Asmus Freytag
October 28, 2011
The various recent proposals for amending the Bidi Algorithm strike me as a not insignificant departure from the basic Bidi Algorithm and essentially in contradiction to the spirit if not the letter of the stability guarantees. They bring with them, therefore, the risks of instability and incompatibility. The Bidi Algorithm is one of only a few algorithms that is required for Unicode conformance, and, at the same time, it has been held very stable. This has reduced the amount of divergence among implementations. Most "changes" to the algorithm, recently, have been in the nature of "clarifications" of edge cases, rather than modifications. Because UBA is such a basic and strongly required algorithm, stability guarantees are especially important. This includes the implicit guarantee that the Bidi classes are the complete description of a character under the UBA.
The way I have always parsed the "spirit" of the stability guarantees for the Bidi Algorithm is that it was effectively stable - except as to the additions of new letters (and perhaps minor bug-fixes for the rules). The default property assignments for unassigned characters were carefully chosen to minimize disruptions when these characters were eventually assigned.
The written and unwritten policies for maintaining the Bidi Algorithms effectively provided several important guarantees.
As a result, you could expect any existing implementation to show the same Bidi ordering for the vast majority of texts containing characters beyond the ones that it was explicitly updated for. This maximizes interoperability.
After a long quiescent period, there are now many ideas and
suggestions for fixing perceived or real shortcomings of the existing
bidi algorithm. As Martin Duerst wrote recently : "it looks like these changes are
being added piecemeal without yet seeing a new horizon of stability...but the
Bidi Algorithm isn't an area where constant tinkering is
advisable. It would therefore be very important that all these new
initiatives are carefully checked against each other, and
coordinated both in timing and in substance. It may be well
advisable to wait with some of them so that many changes can be made
'in bulk' (the idea of an UBA 2.0), which will also help
implementers."
I share this concern, and would support an effort towards a UBA 2.0 which addresses a comprehensive set of updates.
Because of the nature of the proposed changes, this new specification would be disruptive. Therefore, I see little benefit in making it subject to formal limitations on the number of Bidi classes etc. that were in place for the existing Bidi Algorithm. However, like the existing algorithm, any updated one should be based on Bidi classes as input, cleanly separating the mapping of characters to Bidi classes from the leveling and reordering calculus.

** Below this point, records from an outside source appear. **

"""``emu.files.indented_json`` and the debug file: the text ``json.dumps(indent=1)`` writes.

The reference is Python's own ``json`` module: on random JSON values (flat
containers, lists of objects of one shape, and everything else), and on debug
files given back to it (``json.loads`` keeps the key order) of the example
programs and of random programs with labels, constants, pauses and
``.expect`` checks of numbers, memory words and text.
"""

import json
from pathlib import Path

import pytest
from hypothesis import given, settings
from hypothesis import strategies as st

import asm
import emu
from emu.files import indented_json
from emu.runs import MachineChooser
from emu.testing import programs

ROOT = Path(__file__).resolve().parents[1]
REF8 = emu.load_machine("ref8")
EXAMPLES = sorted((ROOT / "programs").rglob("*.asm"))


_SCALARS = st.none() | st.booleans() | st.integers(-10**20, 10**20) | st.floats() | st.text(max_size=6)
_KEYS = st.sampled_from(["a", "b%s", "{c}", "é", '"', "k"])


@st.composite
def _rows(draw):
    """Objects with one set of keys, in one order: the shape written row by row."""
    keys = draw(st.lists(_KEYS, min_size=1, max_size=4, unique=True))
    return [{key: draw(_SCALARS) for key in keys} for _ in range(draw(st.integers(1, 5)))]


_VALUES = st.recursive(_SCALARS | _rows(), lambda inner: st.lists(inner, max_size=5)
                       | st.dictionaries(_KEYS | st.integers(0, 3), inner, max_size=5), max_leaves=30)


@settings(max_examples=400, deadline=None)
@given(_VALUES)
def test_any_json_value_is_written_as_json_dumps_writes_it(value):
    assert indented_json(value) == json.dumps(value, indent=1)


def test_a_list_of_objects_of_one_shape():
    rows = [{"at": 0, "kind": "code", "n%s": None}, {"at": 12, "kind": "data", "n%s": "é"}]
    assert indented_json({"rows": rows}) == (
        '{\n "rows": [\n  {\n   "at": 0,\n   "kind": "code",\n   "n%s": null\n  },\n'
        '  {\n   "at": 12,\n   "kind": "data",\n   "n%s": "\\u00e9"\n  }\n ]\n}')


def _check_layout(program, path: Path) -> dict:
    text = asm.debug_text(program, path)
    data = json.loads(text)
    assert text == json.dumps(data, indent=1) + "\n"
    assert data["lines"] == program.debug_info()["lines"]
    return data


@pytest.mark.parametrize("source", EXAMPLES, ids=lambda p: p.name)
def test_example_programs(source, tmp_path):
    program = asm.assemble_file(source, MachineChooser().machine_for(source))
    data = _check_layout(program, tmp_path / "p.dbg.json")
    assert data["lines"] and data["labels"]


_TEXT = st.text(alphabet='abz %{}é\t€0', max_size=8)


@st.composite
def _annotated_programs(draw):
    """Disassembled random code with constants, a labelled pause and checks after it."""
    code = asm.disassemble(REF8, draw(programs(REF8)), 0)
    lines = [*code, *(f"C{i} = {draw(st.integers(-300, 300))}" for i in range(draw(st.integers(0, 4))))]
    lines += ["here:  pause", f'.expect out == "{draw(_TEXT)}"', f".expect r0 != {draw(st.integers(0, 255))}",
              f".expect [{draw(st.integers(0, 255))}] == {draw(st.integers(0, 255))}", f"again: .byte {draw(st.integers(0, 9))}"]
    return "\n".join(lines) + "\n"


@settings(max_examples=60, deadline=None)
@given(_annotated_programs())
def test_random_programs_with_checks(source):
    program = asm.assemble_text(source, REF8, filename="rand%1.asm")
    data = _check_layout(program, Path("rand.dbg.json"))
    assert [e["item"] for e in data["expects"]] == ["out", "r0", "mem"]
    assert {type(e["value"]) for e in data["expects"]} == {int, str}


def test_names_and_texts_are_escaped_as_json_escapes_them():
    """Non-ASCII as \\u escapes (json.dumps' ensure_ascii), '%' and braces left alone."""
    program = asm.assemble_text('go:  pause\n  .expect out == "é{%s}"\nCOUNT = 3\n', REF8, filename="é%s.asm")
    text = asm.debug_text(program, "x.dbg.json")
    assert '"\\u00e9%s.asm"' in text and '"value": "\\u00e9{%s}"' in text
    assert text == json.dumps(json.loads(text), indent=1) + "\n"
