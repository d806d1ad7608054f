"""skep's example programs: their console output against models written in Python.

As for ref8's programs (tests/test_programs.py), each model computes what a
program must print from its data alone, with outside references beside it:
the Luhn check digit against the algorithm's usual worked example, the
rounds against ``math.gcd`` and ``math.lcm`` of the standard library.
"""

from __future__ import annotations

import math
import tomllib

import pytest

import emu
from emu.runs import load_program, panel_path_for, program_warnings, read_panel_file, run_loaded

from cli_support import PROGRAMS, REF8_PROGRAMS, cli

SKEP_PROGRAMS = PROGRAMS / "skep"


def luhn_check_digit(payload: str) -> int:
    """The digit that makes ``payload`` + digit pass the Luhn test."""
    total = 0
    for place, char in enumerate(reversed(payload)):
        digit = int(char) * (2 if place % 2 == 0 else 1)
        total += digit - 9 if digit > 9 else digit
    return (10 - total % 10) % 10


def test_luhn_against_its_worked_example():
    """79927398713 is the worked example of the Luhn algorithm (ISO/IEC 7812-1, Annex B;
    the number is the one its common descriptions use, from memory)."""
    assert luhn_check_digit("7992739871") == 3
    assert luhn_check_digit("7992739872") != 3


def harvest() -> str:
    weights = [23, 41, 17, 0, 35, 28, 52, 9, 31, 44]
    total = sum(weights)
    best = max(weights)
    givers = sum(1 for w in weights if w)
    each, left = divmod(total, givers)
    return ("".join(f"HIVE {i}: {w} KG\n" for i, w in enumerate(weights, 1))
            + f"TOTAL {total} KG\nHEAVIEST HIVE {weights.index(best) + 1}: {best} KG\n"
            + f"{givers} HIVES GAVE {each} KG EACH, {left} KG OVER\n")


def tags() -> str:
    panel = tomllib.loads((SKEP_PROGRAMS / "tags.panel.toml").read_text(encoding="utf-8"))
    numbers = panel["input"].split()
    lines, bad = [], 0
    for number in numbers:
        wanted = luhn_check_digit(number[:-1])
        if int(number[-1]) == wanted:
            lines.append(f"{number} GOOD")
        else:
            bad += 1
            lines.append(f"{number} BAD, WANTS {wanted}")
    lines.append(f"{len(numbers)} TAGS, {bad} BAD")
    return "\n".join(lines) + "\n"


def rounds() -> str:
    every, lines = 1, []
    for name, days in [("INSPECT", 9), ("FEED", 12), ("MITES", 14), ("WATER", 7)]:
        every = every // math.gcd(every, days) * days
        assert every == math.lcm(*[9, 12, 14, 7][:len(lines) + 1])
        lines.append(f"{name} {days} -> {every}")
    return "\n".join(lines) + f"\nALL MEET EVERY {every} DAYS\n"


MODELS = {"harvest": harvest, "tags": tags, "rounds": rounds}


def test_every_program_has_a_model():
    assert sorted(p.stem for p in SKEP_PROGRAMS.glob("*.asm")) == sorted(MODELS)


@pytest.mark.parametrize("name", sorted(MODELS))
def test_program_output_matches_its_model(name):
    path = SKEP_PROGRAMS / f"{name}.asm"
    machine = emu.load_machine("skep")
    program = load_program(path, machine)
    panel_path = panel_path_for(str(path))
    panel = read_panel_file(panel_path, machine) if panel_path.exists() else None
    result = run_loaded(program, machine, input_bytes=panel.input_bytes if panel else b"")
    assert result.status == "halted"
    assert program_warnings(result) + list(result.emulator.warnings) == []
    assert result.emulator.output.decode("latin-1") == MODELS[name]()
    assert program.expects


def test_harvest_pauses_for_the_operator_with_the_total_in_a():
    machine = emu.load_machine("skep")
    program = load_program(SKEP_PROGRAMS / "harvest.asm", machine)
    result = run_loaded(program, machine, stop_at_pause=True)
    assert result.status == "paused"
    assert result.emulator.get("a") == sum([23, 41, 17, 0, 35, 28, 52, 9, 31, 44]) == 280
    assert result.emulator.output.decode("latin-1") == harvest().split("TOTAL")[0]


def test_every_skep_program_names_its_machine_first():
    for path in SKEP_PROGRAMS.glob("*.asm"):
        first = next(line for line in path.read_text(encoding="utf-8").splitlines()
                     if line.strip() and not line.strip().startswith(";"))
        assert first.split() == [".machine", '"skep"'], path


def test_relaybench_test_programs_runs_both_machines_without_an_option(capsys):
    """The folder per machine is searched at any depth; each program names its machine."""
    code, out, _err = cli(capsys, "test", PROGRAMS)
    assert code == 0, out
    lines = out.splitlines()
    ref8_count = len(list(REF8_PROGRAMS.glob("*.asm")))
    assert sum(" on ref8 " in line for line in lines) == ref8_count
    assert sum(" on skep " in line for line in lines) == len(MODELS)
    total = ref8_count + len(MODELS)
    assert lines[-1] == f"{total} programs: {total} passed, 0 failed"
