"""Waveforms against a plain run of the same cycles (targets from issue 14, item 4).

Run:  python tests/bench/bench_vcd.py

programs/ref8/ledger.asm is run headless (the `relaybench run` path) three ways,
interleaved round by round, best of each kept:

1. plain, to its final halt (about 12 million cycles);
2. the same with a waveform window of WINDOW cycles from cycle FROM
   (``--vcd-from`` / ``--vcd-cycles``): only the window is watched;
3. a stretch of STRETCH cycles plain, and the same stretch dumped whole,
   whose ratio is what a full dump costs per cycle against a plain run.

Sizes of the dumps are printed, with the bytes per cycle.
"""

from __future__ import annotations

import os
import sys
import tempfile
import time
from pathlib import Path

ROOT = Path(__file__).resolve().parents[2]
sys.path.insert(0, str(ROOT))

from emu import load_machine  # noqa: E402
from emu.runs import load_program, run_loaded  # noqa: E402
from emu.timing import record_vcd  # noqa: E402

FROM, WINDOW, STRETCH = 5_000_000, 100_000, 300_000
ROUNDS = 3
FULL_TARGET = 10.0
REF8 = load_machine("ref8")


def timed(program, cycles=None, vcd=None, start=0, window=None) -> tuple[float, int]:
    started = time.perf_counter()
    limit = {"max_cycles": cycles} if cycles else {}
    if vcd is None:
        run_loaded(program, REF8, **limit)
        return time.perf_counter() - started, 0
    from emu.runs import start_emulator
    emu = start_emulator(program, REF8)
    with record_vcd(emu, vcd, start=start, cycles=window):
        run_loaded(program, REF8, emulator=emu, **limit)
    return time.perf_counter() - started, os.path.getsize(vcd)


def main() -> int:
    os.chdir(ROOT / "programs" / "ref8")
    program = load_program("ledger.asm", REF8)
    best: dict[str, float] = {}
    sizes: dict[str, int] = {}
    with tempfile.TemporaryDirectory() as folder:
        dump = os.path.join(folder, "run.vcd")
        runs = {
            "plain run, whole program": lambda: timed(program),
            f"window of {WINDOW:,} cycles from {FROM:,}": lambda: timed(program, vcd=dump, start=FROM, window=WINDOW),
            f"plain, first {STRETCH:,} cycles": lambda: timed(program, cycles=STRETCH),
            f"full dump, first {STRETCH:,} cycles": lambda: timed(program, cycles=STRETCH, vcd=dump),
        }
        for _ in range(ROUNDS):
            for name, run in runs.items():
                seconds, size = run()
                best[name] = min(best.get(name, seconds), seconds)
                sizes[name] = size
    names = list(runs)
    for name in names:
        size = f", {sizes[name] / 1e6:.1f} MB" if sizes[name] else ""
        print(f"{name:<44} {best[name]:7.2f} s{size}")
    window_ratio = best[names[1]] / best[names[0]]
    full_ratio = best[names[3]] / best[names[2]]
    print(f"window dump / plain run of the whole program: {window_ratio:.2f} x")
    print(f"full dump / plain run of the same {STRETCH:,} cycles: {full_ratio:.1f} x "
          f"(target {FULL_TARGET:g} x); {sizes[names[3]] / STRETCH:.0f} bytes a cycle")
    return 0 if full_ratio <= FULL_TARGET else 1


if __name__ == "__main__":
    sys.exit(main())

The temptation to mix specification in terms of character codes with specification in terms of Bidi classes should be firmly resisted.
There should be a clean versioning of this new algorithm, that is independent of mere versioning of the Unicode Standard. Existing implementations of the "old" bidi algorithms aren't going to go away overnight, and, because the way the Bidi Algorithm is designed, they may well be updated to handle future repertoire additions.
The "new" bidi algorithm could formally be an extension or a replacement. It's too early to tell which makes better sense, but it should have a designation that decouples that extension from questions of repertoire (and versioning for "bug-fixes" or other minor tweaks).
The proposed and contemplated changes to the Bidi Algorithm call for a separate development effort that is not a-priori tied to the schedule of Unicode Versions. As with all significant developments in specifying algorithms, an extended Beta, or testing period is desirable, which should only terminate after significant stakeholder have been able to produce actual working testbeds.